Goal of the exercise: Show all lines from the records below in which the string "rectified" is present.
(Beginning of Input material)
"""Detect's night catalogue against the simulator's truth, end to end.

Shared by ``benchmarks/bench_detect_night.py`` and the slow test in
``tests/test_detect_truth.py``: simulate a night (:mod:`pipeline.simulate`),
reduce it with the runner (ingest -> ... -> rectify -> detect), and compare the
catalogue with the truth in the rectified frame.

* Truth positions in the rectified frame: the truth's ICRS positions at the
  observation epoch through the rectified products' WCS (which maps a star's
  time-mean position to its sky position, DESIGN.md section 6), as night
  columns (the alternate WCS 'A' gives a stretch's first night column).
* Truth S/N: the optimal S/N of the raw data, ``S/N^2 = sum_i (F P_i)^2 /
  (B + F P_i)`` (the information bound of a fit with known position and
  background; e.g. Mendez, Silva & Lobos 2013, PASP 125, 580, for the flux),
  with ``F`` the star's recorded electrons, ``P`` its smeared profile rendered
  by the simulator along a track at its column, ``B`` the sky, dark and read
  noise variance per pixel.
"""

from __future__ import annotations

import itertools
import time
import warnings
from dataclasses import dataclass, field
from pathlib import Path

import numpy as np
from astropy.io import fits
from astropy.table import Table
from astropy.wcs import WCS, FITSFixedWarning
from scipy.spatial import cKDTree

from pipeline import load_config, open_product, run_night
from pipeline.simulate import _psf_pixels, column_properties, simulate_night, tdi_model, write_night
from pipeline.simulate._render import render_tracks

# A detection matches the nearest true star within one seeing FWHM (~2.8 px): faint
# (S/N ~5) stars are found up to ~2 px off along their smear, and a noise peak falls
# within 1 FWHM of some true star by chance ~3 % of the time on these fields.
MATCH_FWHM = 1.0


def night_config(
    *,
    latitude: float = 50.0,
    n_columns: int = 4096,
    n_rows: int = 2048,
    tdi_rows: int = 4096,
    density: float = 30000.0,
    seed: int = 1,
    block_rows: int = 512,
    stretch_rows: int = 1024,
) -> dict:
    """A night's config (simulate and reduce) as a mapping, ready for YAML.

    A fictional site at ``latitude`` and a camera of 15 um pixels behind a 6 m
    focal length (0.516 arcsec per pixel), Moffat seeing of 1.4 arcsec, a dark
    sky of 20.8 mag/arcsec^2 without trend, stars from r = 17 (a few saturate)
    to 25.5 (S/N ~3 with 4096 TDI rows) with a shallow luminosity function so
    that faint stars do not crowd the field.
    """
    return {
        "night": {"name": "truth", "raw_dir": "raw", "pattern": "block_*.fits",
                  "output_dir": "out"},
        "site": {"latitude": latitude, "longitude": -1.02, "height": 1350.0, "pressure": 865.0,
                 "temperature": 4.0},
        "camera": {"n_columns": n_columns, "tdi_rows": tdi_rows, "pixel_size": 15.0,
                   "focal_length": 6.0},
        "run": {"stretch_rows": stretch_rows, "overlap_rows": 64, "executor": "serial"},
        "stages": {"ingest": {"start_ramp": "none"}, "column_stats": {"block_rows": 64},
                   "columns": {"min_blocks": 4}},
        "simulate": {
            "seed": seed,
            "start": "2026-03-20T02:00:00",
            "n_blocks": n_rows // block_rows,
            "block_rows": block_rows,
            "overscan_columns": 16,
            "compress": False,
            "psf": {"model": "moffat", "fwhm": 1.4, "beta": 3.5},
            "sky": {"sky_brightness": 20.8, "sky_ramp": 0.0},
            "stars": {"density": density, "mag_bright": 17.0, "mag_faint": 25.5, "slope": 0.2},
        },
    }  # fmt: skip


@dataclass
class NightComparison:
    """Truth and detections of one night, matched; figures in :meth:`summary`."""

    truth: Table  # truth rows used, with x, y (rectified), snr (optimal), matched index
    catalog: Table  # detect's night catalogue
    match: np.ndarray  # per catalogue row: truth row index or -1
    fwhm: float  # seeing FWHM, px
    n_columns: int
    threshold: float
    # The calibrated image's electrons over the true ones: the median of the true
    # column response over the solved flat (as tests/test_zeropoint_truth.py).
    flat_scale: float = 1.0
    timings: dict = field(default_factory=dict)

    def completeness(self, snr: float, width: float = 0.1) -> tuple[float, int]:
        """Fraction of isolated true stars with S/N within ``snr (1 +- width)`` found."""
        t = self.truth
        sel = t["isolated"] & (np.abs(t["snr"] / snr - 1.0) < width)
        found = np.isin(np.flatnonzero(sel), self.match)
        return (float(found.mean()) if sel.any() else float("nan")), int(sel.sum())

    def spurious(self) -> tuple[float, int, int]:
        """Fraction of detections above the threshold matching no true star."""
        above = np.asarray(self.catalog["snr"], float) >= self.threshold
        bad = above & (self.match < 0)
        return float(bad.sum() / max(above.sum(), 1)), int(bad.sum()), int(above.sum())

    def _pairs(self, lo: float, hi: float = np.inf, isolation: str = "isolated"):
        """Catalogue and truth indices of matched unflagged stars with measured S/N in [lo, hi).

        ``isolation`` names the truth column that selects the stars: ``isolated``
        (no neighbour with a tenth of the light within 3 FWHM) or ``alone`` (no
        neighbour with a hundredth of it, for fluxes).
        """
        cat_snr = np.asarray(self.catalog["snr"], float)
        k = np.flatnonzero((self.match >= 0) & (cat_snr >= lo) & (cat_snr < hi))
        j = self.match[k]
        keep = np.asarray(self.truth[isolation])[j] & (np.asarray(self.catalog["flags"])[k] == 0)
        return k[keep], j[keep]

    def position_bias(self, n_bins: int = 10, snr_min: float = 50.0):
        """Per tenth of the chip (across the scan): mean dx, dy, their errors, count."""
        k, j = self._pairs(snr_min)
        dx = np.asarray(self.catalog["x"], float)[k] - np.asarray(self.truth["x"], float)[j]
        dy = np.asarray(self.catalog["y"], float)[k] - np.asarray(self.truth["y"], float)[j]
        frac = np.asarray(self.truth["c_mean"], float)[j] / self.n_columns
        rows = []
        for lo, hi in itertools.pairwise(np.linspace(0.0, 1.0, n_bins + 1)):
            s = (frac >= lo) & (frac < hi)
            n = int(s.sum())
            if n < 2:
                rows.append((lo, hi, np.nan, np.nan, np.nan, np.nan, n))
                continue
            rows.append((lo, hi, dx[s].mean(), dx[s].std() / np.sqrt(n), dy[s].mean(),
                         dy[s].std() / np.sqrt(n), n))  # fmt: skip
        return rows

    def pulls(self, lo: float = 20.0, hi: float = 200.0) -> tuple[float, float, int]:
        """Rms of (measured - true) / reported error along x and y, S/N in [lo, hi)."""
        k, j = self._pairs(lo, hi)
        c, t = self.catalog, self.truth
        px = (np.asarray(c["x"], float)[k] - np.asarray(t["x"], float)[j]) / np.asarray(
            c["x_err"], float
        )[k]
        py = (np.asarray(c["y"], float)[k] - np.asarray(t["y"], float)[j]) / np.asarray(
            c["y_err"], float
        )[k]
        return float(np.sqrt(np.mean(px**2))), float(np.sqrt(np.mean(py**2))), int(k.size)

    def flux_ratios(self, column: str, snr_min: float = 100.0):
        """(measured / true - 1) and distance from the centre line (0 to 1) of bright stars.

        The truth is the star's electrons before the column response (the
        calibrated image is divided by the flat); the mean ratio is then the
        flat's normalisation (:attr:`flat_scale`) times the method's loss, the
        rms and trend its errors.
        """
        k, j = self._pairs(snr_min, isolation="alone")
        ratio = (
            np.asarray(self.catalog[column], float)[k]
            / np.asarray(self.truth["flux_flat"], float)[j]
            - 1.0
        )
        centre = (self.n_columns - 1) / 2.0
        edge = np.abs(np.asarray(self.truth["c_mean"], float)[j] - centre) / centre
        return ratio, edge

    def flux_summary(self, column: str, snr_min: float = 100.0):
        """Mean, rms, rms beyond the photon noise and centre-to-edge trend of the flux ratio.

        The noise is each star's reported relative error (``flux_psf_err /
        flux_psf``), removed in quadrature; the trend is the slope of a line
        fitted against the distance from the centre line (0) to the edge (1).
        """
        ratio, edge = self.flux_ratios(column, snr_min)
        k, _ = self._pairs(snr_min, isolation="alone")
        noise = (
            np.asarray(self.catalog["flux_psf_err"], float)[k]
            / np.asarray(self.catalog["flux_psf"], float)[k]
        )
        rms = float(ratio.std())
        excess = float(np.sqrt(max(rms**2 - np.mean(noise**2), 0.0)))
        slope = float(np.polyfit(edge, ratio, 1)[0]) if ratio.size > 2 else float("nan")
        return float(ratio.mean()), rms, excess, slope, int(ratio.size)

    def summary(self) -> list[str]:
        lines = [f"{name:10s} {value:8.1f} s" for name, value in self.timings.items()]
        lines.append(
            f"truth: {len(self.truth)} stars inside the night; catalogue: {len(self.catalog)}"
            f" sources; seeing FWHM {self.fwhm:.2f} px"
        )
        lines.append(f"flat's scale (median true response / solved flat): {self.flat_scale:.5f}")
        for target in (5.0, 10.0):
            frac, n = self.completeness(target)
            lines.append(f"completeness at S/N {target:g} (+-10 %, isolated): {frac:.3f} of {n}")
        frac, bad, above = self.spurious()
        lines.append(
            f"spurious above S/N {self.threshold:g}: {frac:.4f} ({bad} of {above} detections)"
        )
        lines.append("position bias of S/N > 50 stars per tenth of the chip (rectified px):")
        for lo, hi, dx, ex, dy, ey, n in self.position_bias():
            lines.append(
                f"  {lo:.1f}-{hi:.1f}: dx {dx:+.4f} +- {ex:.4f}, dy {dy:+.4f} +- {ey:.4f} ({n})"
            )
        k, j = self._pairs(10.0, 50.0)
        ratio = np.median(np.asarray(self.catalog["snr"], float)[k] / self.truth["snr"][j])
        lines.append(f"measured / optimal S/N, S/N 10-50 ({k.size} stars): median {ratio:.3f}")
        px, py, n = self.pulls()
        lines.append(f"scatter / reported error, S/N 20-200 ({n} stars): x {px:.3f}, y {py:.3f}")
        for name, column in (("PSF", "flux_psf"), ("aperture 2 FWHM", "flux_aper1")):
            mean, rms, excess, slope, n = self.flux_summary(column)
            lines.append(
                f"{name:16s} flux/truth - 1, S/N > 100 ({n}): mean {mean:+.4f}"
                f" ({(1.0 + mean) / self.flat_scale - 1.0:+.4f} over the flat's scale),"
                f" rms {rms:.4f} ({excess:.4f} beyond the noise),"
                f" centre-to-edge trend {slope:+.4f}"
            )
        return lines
(End of Input material)
Final answer:
catalogue with the truth in the rectified frame.
* Truth positions in the rectified frame: the truth's ICRS positions at the
  observation epoch through the rectified products' WCS (which maps a star's
    truth: Table  # truth rows used, with x, y (rectified), snr (optimal), matched index
        lines.append("position bias of S/N > 50 stars per tenth of the chip (rectified px):")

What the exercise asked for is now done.